The bottom of the food chain

by STEVEN BOROWIEC

PHOTO/Jean Chung/Rest of World

The tragic death of a migrant farm worker has led to self-reflection in South Korean agriculture. But can technology free farmers from their dependence on imported labor?

To enter Yeo Chan-dong’s farm, workers must put on a white lab coat and cap and then pass through an air shower. Inside, shelves of green vegetables are in various stages of growth, under blue and red LED lights that combine to give the space a purple glow. On a wall near the entrance is a screen that states the room’s temperature (24.3), humidity (78.5%), CO2 level (701 ppm), as well as the pH and nutrient solution levels.

The plants grow in water, not soil, meaning that there is no dirt to sully the space’s gleaming surfaces. They absorb water through their roots, so they don’t need to be sprayed. Because the farm is indoors and sealed off from insects, no pesticides are used, meaning visitors can pluck and eat the greens right off the plant. The lettuce is crisp, with a slightly buttery flavor.

Fifty-one kilograms of greens come out of this operation per day, ending up in salads, sandwiches, and smoothies.

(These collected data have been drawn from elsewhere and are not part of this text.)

"""Dependencies shared by the routers: settings, one session per request, the policy cache,
and the tenant of the request."""

from __future__ import annotations

from collections.abc import Iterator
from typing import Annotated

from fastapi import Depends, Request
from sqlalchemy.orm import Session, sessionmaker

from service.db import repository
from service.db.tables import Network
from service.policies import PolicyCache
from service.problems import NotFound
from service.settings import Settings

__all__ = ["CacheDep", "SessionDep", "SettingsDep", "TenantDep", "get_network"]

DEFAULT_TENANT = "default"


# Reading app.state never blocks: async dependencies run on the event loop, where a plain `def`
# would cost a hand-off to the thread pool and back on every request.
async def get_settings(request: Request) -> Settings:
    settings: Settings = request.app.state.settings
    return settings


def get_session(request: Request) -> Iterator[Session]:
    factory: sessionmaker[Session] = request.app.state.sessions
    with factory.begin() as session:
        yield session


async def get_cache(request: Request) -> PolicyCache:
    cache: PolicyCache = request.app.state.policy_cache
    return cache


SettingsDep = Annotated[Settings, Depends(get_settings)]
SessionDep = Annotated[Session, Depends(get_session)]
CacheDep = Annotated[PolicyCache, Depends(get_cache)]


def get_tenant(session: SessionDep) -> int:
    """The tenant whose networks the request may see. One tenant until API keys arrive."""
    return repository.get_or_create_tenant(session, DEFAULT_TENANT).id


TenantDep = Annotated[int, Depends(get_tenant)]


def get_network(
    session: Session, tenant_id: int, network_id: int, *, archived_ok: bool = False
) -> Network:
    """The tenant's network, or 404 (another tenant's network looks exactly like a missing one)."""
    network = session.get(Network, network_id)
    if network is None or network.tenant_id != tenant_id or (network.archived and not archived_ok):
        raise NotFound(f"no network {network_id}")
    return network
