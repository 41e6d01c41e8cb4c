"""Recommendations: one network's closing stock, or a batch of them."""

from __future__ import annotations

import logging
from typing import Any

from fastapi import APIRouter, Request
from pydantic import ValidationError

from service.api.deps import CacheDep, SessionDep, TenantDep, get_network
from service.api.views import recommendation_out
from service.policies import recommend
from service.problems import problem_body, problem_for
from service.schemas import (
    BatchItem,
    BatchOutcome,
    BatchRequest,
    BatchResponse,
    Problem,
    RecommendationOut,
    RecommendationRequest,
)

router = APIRouter(tags=["recommendations"])
log = logging.getLogger(__name__)


@router.post("/v1/networks/{network_id}/recommendation", response_model=RecommendationOut)
def recommend_transfers(
    network_id: int,
    body: RecommendationRequest,
    session: SessionDep,
    cache: CacheDep,
    tenant_id: TenantDep,
) -> RecommendationOut:
    """Tonight's transfers from this closing stock, and what they are worth."""
    network = get_network(session, tenant_id, network_id)
    served, recommendation = recommend(session, cache, network, body.stock, body.criterion)
    return recommendation_out(network_id, body.criterion, served, recommendation)


@router.post("/v1/recommendations/batch", response_model=BatchResponse)
def recommend_batch(
    body: BatchRequest,
    request: Request,
    session: SessionDep,
    cache: CacheDep,
    tenant_id: TenantDep,
) -> BatchResponse:
    """Up to 1,000 recommendations, answered in order: one result or one problem per item, so a
    bad item never fails the others."""
    return BatchResponse(
        items=[
            _one(index, raw, request, session, cache, tenant_id)
            for index, raw in enumerate(body.items)
        ]
    )


def _one(
    index: int,
    raw: Any,
    request: Request,
    session: SessionDep,
    cache: CacheDep,
    tenant_id: int,
) -> BatchOutcome:
    try:
        item = BatchItem.model_validate(raw)
    except ValidationError as exc:
        errors = [
            {
                "pointer": f"/items/{index}" + "".join(f"/{part}" for part in error["loc"]),
                "detail": error["msg"],
            }
            for error in exc.errors(include_url=False)
        ]
        detail = "; ".join(f"{e['pointer']}: {e['detail']}" for e in errors)
        body = problem_body(request, 422, "invalid-input", "Invalid input", detail, errors=errors)
        return BatchOutcome(problem=Problem.model_validate(body))
    try:
        network = get_network(session, tenant_id, item.network_id)
        served, recommendation = recommend(session, cache, network, item.stock, item.criterion)
    except Exception as exc:
        known = problem_for(exc)
        if known is None:
            log.exception("request %s: batch item %d failed", request.state.request_id, index)
            known = (500, "internal-error", "Internal error", "this item failed", {})
        status, slug, title, detail, extensions = known
        if "errors" in extensions:
            # Pointers into this item of the batch, not into a single request's body.
            extensions = {
                **extensions,
                "errors": [
                    {**error, "pointer": f"/items/{index}{error['pointer']}"}
                    for error in extensions["errors"]
                ],
            }
        body = problem_body(request, status, slug, title, detail, item=index, **extensions)
        return BatchOutcome(problem=Problem.model_validate(body))
    return BatchOutcome(
        result=recommendation_out(item.network_id, item.criterion, served, recommendation)
    )
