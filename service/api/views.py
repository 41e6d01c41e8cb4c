"""Turning stored rows and solver results into response models."""

from __future__ import annotations

from datetime import date, time
from typing import Any

import numpy as np
from sqlalchemy.orm import Session

from service.codec import StoredPolicy
from service.db import reporting
from service.db.tables import Network, SolveJob
from service.policies import ServedPolicy
from service.schemas import (
    CertificateOut,
    JobOut,
    NetworkCreated,
    NetworkOut,
    RecommendationOut,
    RelayOut,
    SolveState,
    TransferOut,
)
from solver import Recommendation
from solver.priced_result import PricedPolicy
from solver.spec import WEEKDAYS

__all__ = [
    "certificate_out",
    "network_out",
    "network_solves_out",
    "recommendation_out",
    "relays_of",
    "transfers_of",
]


def network_out(
    session: Session, network: Network, jobs: list[SolveJob] | None = None
) -> NetworkOut | NetworkCreated:
    """One network's state (with `jobs`, the answer to the write that queued them)."""
    [solves] = reporting.solve_states(
        session, tenant_id=network.tenant_id, network_id=network.id, include_archived=True
    )
    return network_solves_out(solves, jobs)


def network_solves_out(
    solves: reporting.NetworkSolves, jobs: list[SolveJob] | None = None
) -> NetworkOut | NetworkCreated:
    network, version = solves.network, solves.version
    fields = {
        "id": network.id,
        "name": network.name,
        "archived": network.archived,
        "created_at": network.created_at,
        "version": version.number,
        "spec_hash": version.spec_hash,
        "closing_cutoff": (network.closing_cutoff or time(0)).strftime("%H:%M"),
        "mode": network.mode,
        "method": version.method,
        "solves": [
            SolveState(
                criterion=solve.criterion,
                state=solve.state.value,
                job_id=solve.job_id,
                solved_at=solve.solved_at,
                error=solve.error,
            )
            for solve in solves.solves
        ],
    }
    if jobs is None:
        return NetworkOut(**fields)
    return NetworkCreated(**fields, jobs=[JobOut.model_validate(job) for job in jobs])


def transfers_of(result: StoredPolicy, flows: tuple[int, ...]) -> list[TransferOut]:
    ids = result.location_ids
    return [
        TransferOut(
            from_=ids[a],
            to=ids[b],
            units=units,
            unit_cost=float(result.lane_costs[lane]),
            dispatch_cost=float(result.dispatch_costs[lane]),
        )
        for lane, ((a, b), units) in enumerate(zip(result.lanes, flows, strict=True))
        if units > 0
    ]


def relays_of(result: StoredPolicy, transfers: list[TransferOut]) -> list[RelayOut]:
    """Every location that receives and sends tonight, in network order, with the reason units
    go through it rather than straight from each origin to each destination."""
    # Most units a lane carries on any night: the largest flow of the exact policy's table, or
    # the priced policy's lane limits.
    if isinstance(result, PricedPolicy):
        most = np.asarray(result.lane_limits).max(axis=0)
    else:
        most = result.flows.max(axis=0)
    lanes = {
        (result.location_ids[a], result.location_ids[b]): (
            float(result.lane_costs[lane]),
            int(most[lane]),
        )
        for lane, (a, b) in enumerate(result.lanes)
    }
    moved = {(t.from_, t.to): t for t in transfers}
    relays = []
    for location in result.location_ids:
        inbound = [t for t in transfers if t.to == location]
        outbound = [t for t in transfers if t.from_ == location]
        if not inbound or not outbound:
            continue
        receives = sum(t.units for t in inbound)
        sends = sum(t.units for t in outbound)
        reasons = []
        for origin in inbound:
            for onward in outbound:
                reasons.append(
                    _why_through(
                        location,
                        origin,
                        onward,
                        lanes.get((origin.from_, onward.to)),
                        moved.get((origin.from_, onward.to)),
                    )
                )
        relays.append(
            RelayOut(
                location=location,
                receives=receives,
                sends=sends,
                net_change=receives - sends,
                explanation=(
                    f"{location} receives {receives} and sends {sends} tonight, net "
                    f"{receives - sends:+d} unit{'s' if abs(receives - sends) != 1 else ''} on "
                    f"its shelf: " + "; ".join(reasons) + "."
                ),
            )
        )
    return relays


def _why_through(
    location: str,
    origin: TransferOut,
    onward: TransferOut,
    direct: tuple[float, int] | None,
    direct_moved: TransferOut | None,
) -> str:
    """Why units from origin.from_ reach onward.to through `location` (one origin-destination
    pair of a relay)."""
    start, end = origin.from_, onward.to
    if start == end:
        return f"{start} sends to {location} and takes units back from it"
    via = origin.unit_cost + onward.unit_cost
    if direct is None:
        return f"there is no lane from {start} to {end}, so units reach {end} through {location}"
    cost, limit = direct
    if direct_moved is not None and direct_moved.units >= limit:
        return f"the direct lane {start} -> {end} is full tonight (at most {limit})"
    if cost > via:
        return (
            f"the direct lane {start} -> {end} costs {cost:g} a unit, more than {via:g} "
            f"through {location}"
        )
    return (
        f"{location}'s own units are worth more at {end}, and {start}'s refill {location} "
        "for tomorrow"
    )


def recommendation_out(
    network_id: int,
    served: ServedPolicy,
    recommendation: Recommendation,
    business_date: date | None = None,
) -> RecommendationOut:
    result = served.result
    ids = result.location_ids
    transfers = transfers_of(result, recommendation.flows)
    priced: dict[str, Any] = {}
    if isinstance(result, PricedPolicy):
        phase = 0 if business_date is None else result.phase_of(business_date.weekday())
        priced = {
            "method": "priced",
            "residual": None,
            "upper_bound": result.upper_bound(recommendation.stock, phase=phase),
            "certificate": certificate_out(result),
        }
    fields: dict[str, Any] = {"residual": getattr(result, "residual", None), **priced}
    return RecommendationOut(
        network_id=network_id,
        criterion=served.criterion,
        version=served.version_number,
        stale=served.stale,
        solved_at=served.solved_at,
        parameters_calibrated_at=served.calibrated_at,
        stock=dict(zip(ids, recommendation.stock, strict=True)),
        transfers=transfers,
        stock_after_transfers=dict(zip(ids, recommendation.post_move_stock, strict=True)),
        relays=relays_of(result, transfers),
        transfer_cost=recommendation.transfer_cost,
        expected_value=recommendation.expected_value,
        value_without_transfers=recommendation.value_without_transfers,
        gain_from_transfers=recommendation.gain_from_transfers,
        profit_per_day=result.gain,
        business_date=business_date,
        night=None if business_date is None else WEEKDAYS[business_date.weekday()],
        **fields,
    )


def certificate_out(result: PricedPolicy) -> CertificateOut:
    certificate = result.certificate
    low, high = certificate.policy_value_interval
    return CertificateOut(
        reference_stock=dict(
            zip(result.location_ids, (int(u) for u in certificate.reference_stock), strict=True)
        ),
        upper_bound=certificate.upper_bound,
        policy_value=certificate.policy_value,
        policy_value_interval=(low, high),
        certified_gap=certificate.certified_gap,
        replications=certificate.replications,
    )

Yeo, who wears black slacks and a crisp white dress shirt, with spotless eyeglasses and neatly combed hair, claims that this farm, a space smaller than 400 square meters, can produce 40 times more than conventional agricultural land.

Located in Sangdo Station on Seoul’s subway system, the farm is the first one out of five in the city’s metro stations, the result of cooperation between the city government and Farm8, a private company that develops smart farm technology and sells the produce. Amid rising interest in smart farming, Farm8 brought in $47.8 million (54 billion South Korean won) in 2020, up from $7.4 million in 2010.